2015年は東京のみで試験的に開催。すると、意外に良い学生を確保することができたという。この成功体験を基に、昨年から東京だけでなく、北海道や大阪で展開。今年から仙台や福岡を追加した。
1日採用社員、離職は意外にゼロ
ただ、この採用には依然、疑問がいくつか残っている。
例えば、1日採用で学生が本当に会社のことを理解できるのか、だ。1日だけでは会社のことを理解するのは難しい。思い違いがあれば、入社してから気づいて、下手をするとすぐに退職してしまいかねない。
そんな疑問を解消すべく、ユナイテッドは内定を出した学生に対し、社員がメンターとなって相談を聞く機会を設けている。スカイプを使い、いつでもどこでも社員に話を聞けるというものだ。これならば地方の学生でも安心して会社を知ることができる。
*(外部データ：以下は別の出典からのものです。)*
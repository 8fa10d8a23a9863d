#include "control-panel.h"

#include <math.h>
#include <string.h>

#include <glib/gi18n.h>

#include "control-plot.h"
#include "plot.h"
#include "report.h"

#define ROUNDS 60

struct _UtControlPanel
{
  UtPanel parent;
  UtPlot *plot;
  GtkLabel *words;
  GtkDropDown *rule, *start;
  GtkSpinButton *step, *delay, *error;
  UtStudy *study;
  UtControl *control;
  UtControlSetup setup; /* of it */
};

G_DEFINE_FINAL_TYPE (UtControlPanel, ut_control_panel, UT_TYPE_PANEL)

/* The selected link among those of the loop, or -1. */
static int
marked_link (UtControlPanel *self)
{
  UtSelection *selection = ut_desk_selection (ut_panel_desk (UT_PANEL (self)));

  for (guint k = 0; self->control != NULL && k < self->control->links->len; k++)
    if (ut_selection_has (selection, UT_KIND_TERMINAL, ut_control_link_id (self->control, k)))
      return (int) k;
  return -1;
}

static void
paint (cairo_t *cr, double width, double height, double text_size, const UtPalette *palette, gpointer data)
{
  UtControlPanel *self = data;

  if (self->control != NULL && ut_panel_desk (UT_PANEL (self)) != NULL)
    ut_control_paint (cr, self->control, marked_link (self), -1, width, height, text_size, palette);
}

static char *
csv (gpointer data)
{
  UtControlPanel *self = data;

  return self->control != NULL ? ut_control_csv (self->control) : g_strdup ("");
}

static char *
hover (double x, double y, double width, double height, double text_size, gpointer data)
{
  UtControlPanel *self = data;
  UtControlLayout layout;
  int link = self->control != NULL ? marked_link (self) : -1;
  double at;

  (void) y;
  if (link < 0)
    return NULL;
  ut_control_layout (self->control, width, height, text_size, &layout);
  at = round ((x - layout.left) / layout.width * layout.last);
  if (!(at >= 0) || at > layout.last)
    return NULL;
  g_autofree char *sinr = ut_report_figure (self->control->sinr_db[(gsize) at * self->control->links->len + (guint) link], 2);
  return g_strdup_printf (_ ("%s in round %.0f: %s dB"), ut_control_link_id (self->control, (guint) link), at, sinr);
}

/* Where it ends, in words. */
static char *
outcome (const UtControl *control)
{
  guint n_met = 0;

  for (guint k = 0; k < control->links->len; k++)
    n_met += control->met[k];
  g_autofree char *speed = ut_report_figure (control->predicted_db, 2), *band = ut_report_figure (control->band_db, 1);
  if (control->links->len == 0)
    return g_strdup (_ ("There is no link to control."));
  if (control->setup.rule == UT_CONTROL_STEPS)
    return g_strdup_printf (control->band_holds ? _ ("After %u rounds %u of %u links meet their targets; every power stays within a band of %s dB.")
                                                : _ ("After %u rounds %u of %u links meet their targets; there is no band of %s dB that all powers stay in."),
                            control->n_rows - 1,
                            n_met,
                            control->links->len,
                            band);
  if (isfinite (control->predicted_db))
    return g_strdup_printf (_ ("After %u rounds %u of %u links meet their targets; each round comes %s dB nearer to the end."), control->n_rows - 1, n_met, control->links->len, speed);
  return g_strdup_printf (_ ("After %u rounds %u of %u links meet their targets."), control->n_rows - 1, n_met, control->links->len);
}

static UtControlSetup
asked (UtControlPanel *self)
{
  return (UtControlSetup){
    .rule = (UtControlRule) gtk_drop_down_get_selected (self->rule),
    .start = (UtControlStart) gtk_drop_down_get_selected (self->start),
    .step_db = gtk_spin_button_get_value (self->step),
    .delay = (guint) gtk_spin_button_get_value (self->delay),
    .error_db = gtk_spin_button_get_value (self->error),
    .seed = 1,
    .rounds = ROUNDS,
  };
}

static void
ut_control_panel_refresh (UtPanel *panel)
{
  UtControlPanel *self = UT_CONTROL_PANEL (panel);
  UtStudy *study = ut_desk_answer (ut_panel_desk (panel));
  UtControlSetup setup = asked (self);
  g_autofree char *words = NULL;

  if (study == NULL || ut_desk_has_draft (ut_panel_desk (panel)))
    return;
  if (study != self->study || memcmp (&setup, &self->setup, sizeof setup) != 0)
    {
      g_clear_pointer (&self->control, ut_control_free);
      g_clear_pointer (&self->study, ut_study_unref);
      self->study = ut_study_ref (study);
      self->setup = setup;
      self->control = ut_control_new (study, &setup);
    }
  words = outcome (self->control);
  gtk_label_set_text (self->words, words);
  ut_plot_changed (self->plot, words);
  gtk_widget_set_sensitive (GTK_WIDGET (self->step), setup.rule == UT_CONTROL_STEPS);
}

static void
ut_control_panel_let_go (UtPanel *panel)
{
  UtControlPanel *self = UT_CONTROL_PANEL (panel);

  g_clear_pointer (&self->control, ut_control_free);
  g_clear_pointer (&self->study, ut_study_unref);
}

static void
changed_cb (UtControlPanel *self)
{
  ut_panel_refresh (UT_PANEL (self));
}

static void
ut_control_panel_class_init (UtControlPanelClass *class)
{
  UT_PANEL_CLASS (class)->refresh = ut_control_panel_refresh;
  UT_PANEL_CLASS (class)->let_go = ut_control_panel_let_go;
}

static void
name (GtkWidget *widget, const char *text)
{
  gtk_widget_set_tooltip_text (widget, text);
  gtk_accessible_update_property (GTK_ACCESSIBLE (widget), GTK_ACCESSIBLE_PROPERTY_LABEL, text, -1);
}

static GtkSpinButton *
add_spin (UtControlPanel *self, GtkBox *bar, const char *label, double highest, double step, double value, guint digits)
{
  GtkWidget *spin = gtk_spin_button_new_with_range (step > 0.5 ? 0 : step > 0.05 && value > 0 ? 0.1 : 0, highest, step), *text = gtk_label_new (label);

  gtk_spin_button_set_digits (GTK_SPIN_BUTTON (spin), digits);
  gtk_spin_button_set_value (GTK_SPIN_BUTTON (spin), value);
  gtk_editable_set_width_chars (GTK_EDITABLE (spin), 4);
  name (spin, label);
  g_signal_connect_swapped (spin, "value-changed", G_CALLBACK (changed_cb), self);
  gtk_box_append (bar, text);
  gtk_box_append (bar, spin);
  return GTK_SPIN_BUTTON (spin);
}

static GtkDropDown *
add_drop (UtControlPanel *self, GtkBox *bar, const char *label, const char *const *choices)
{
  GtkWidget *drop = gtk_drop_down_new_from_strings (choices);

  name (drop, label);
  g_signal_connect_swapped (drop, "notify::selected", G_CALLBACK (changed_cb), self);
  gtk_box_append (bar, drop);
  return GTK_DROP_DOWN (drop);
}

static void
ut_control_panel_init (UtControlPanel *self)
{
  GtkWidget *box = gtk_box_new (GTK_ORIENTATION_VERTICAL, 4), *bar = gtk_box_new (GTK_ORIENTATION_HORIZONTAL, 6), *scroller = gtk_scrolled_window_new ();
  const char *rules[] = { _ ("to what is needed"), _ ("up or down a step"), NULL }, *starts[] = { _ ("from as set"), _ ("from lowest"), _ ("from highest"), NULL };

  self->rule = add_drop (self, GTK_BOX (bar), _ ("How a radio changes its power"), rules);
  self->start = add_drop (self, GTK_BOX (bar), _ ("Powers in the beginning"), starts);
  self->step = add_spin (self, GTK_BOX (bar), _ ("Step (dB)"), 10, 0.1, 1, 1);
  self->delay = add_spin (self, GTK_BOX (bar), _ ("Delay (rounds)"), 10, 1, 0, 0);
  self->error = add_spin (self, GTK_BOX (bar), _ ("Error (dB)"), 10, 0.1, 0, 1);
  gtk_widget_set_margin_start (bar, 12);
  gtk_scrolled_window_set_policy (GTK_SCROLLED_WINDOW (scroller), GTK_POLICY_AUTOMATIC, GTK_POLICY_NEVER);
  gtk_scrolled_window_set_child (GTK_SCROLLED_WINDOW (scroller), bar);
  self->plot = g_object_new (UT_TYPE_PLOT, NULL);
  ut_plot_set_up (self->plot, "power-control", paint, csv, hover, self);
  self->words = GTK_LABEL (gtk_label_new (NULL));
  gtk_label_set_xalign (self->words, 0);
  gtk_label_set_ellipsize (self->words, PANGO_ELLIPSIZE_END);
  gtk_widget_add_css_class (GTK_WIDGET (self->words), "words");
  gtk_box_append (GTK_BOX (box), scroller);
  gtk_box_append (GTK_BOX (box), GTK_WIDGET (self->plot));
  gtk_box_append (GTK_BOX (box), GTK_WIDGET (self->words));
  ut_panel_set_child (UT_PANEL (self), box);
}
ほかにも、入社前にアルバイトとして働く機会を設けている。これは主に在京学生向けのものだが、実際にアルバイトとして働いて昨年入社した社員は「1日採用で少し不安もあったが、会社の中でアルバイトをすることで深く知ることができた」という。
続く疑問は内定辞退が大量に出るのではないか、というものだ。
1日採用という軽いノリに見える採用だから、内定辞退も多いと考える読者も少なくないだろう。ユナイテッドは「内定しても就職活動は継続してもらっていい」というスタンスを打ち出している。ほかの企業を見てもらったうえで、それでも良いと思ったら入ってほしい。その姿勢があるため、内定辞退はやはり一定数は出るという。そういう背景もあり、1日採用以外の一般的な採用なども同時に行っている。辞退者をあらかじめ計算したうえで、内定を出している。
1日採用におけるユナイテッド側のメリットはどのようなものか。
「大手志望や当社を知らなかった学生が『1日採用』をキッカケに当社を知り、興味を持って説明会へ参加してくれている」と人事担当者の井上怜氏は語る。
この制度が呼び水になって、今まで獲得できなかった人材を獲得できるようになったという。また「説明会から、複数回の面接を1日で実施することで、当社の理解が進み、内定後の承諾にも繋がる」(井上氏)とも。
1日採用によって、昨年は6人の社員が入社し、もうすぐ1年経つが誰も退職はしていないという。今年は4月に11人が入ってくる予定で、現在採用中の来年入社組はさらに増える見込みだ。
ユナイテッドの1日採用には当初、いろいろな疑問があった。だが、その疑問をカバーする工夫を同時に施していることが分かった。優秀な人材をどう採り、育てていくか――。採用の仕方は企業によって千差万別。いろいろユニークな制度があって当然だ。ただ求められるのはユニークさだけではない。一風変わった制度の裏には、きちんと学生をサポートする仕組みが必要だ。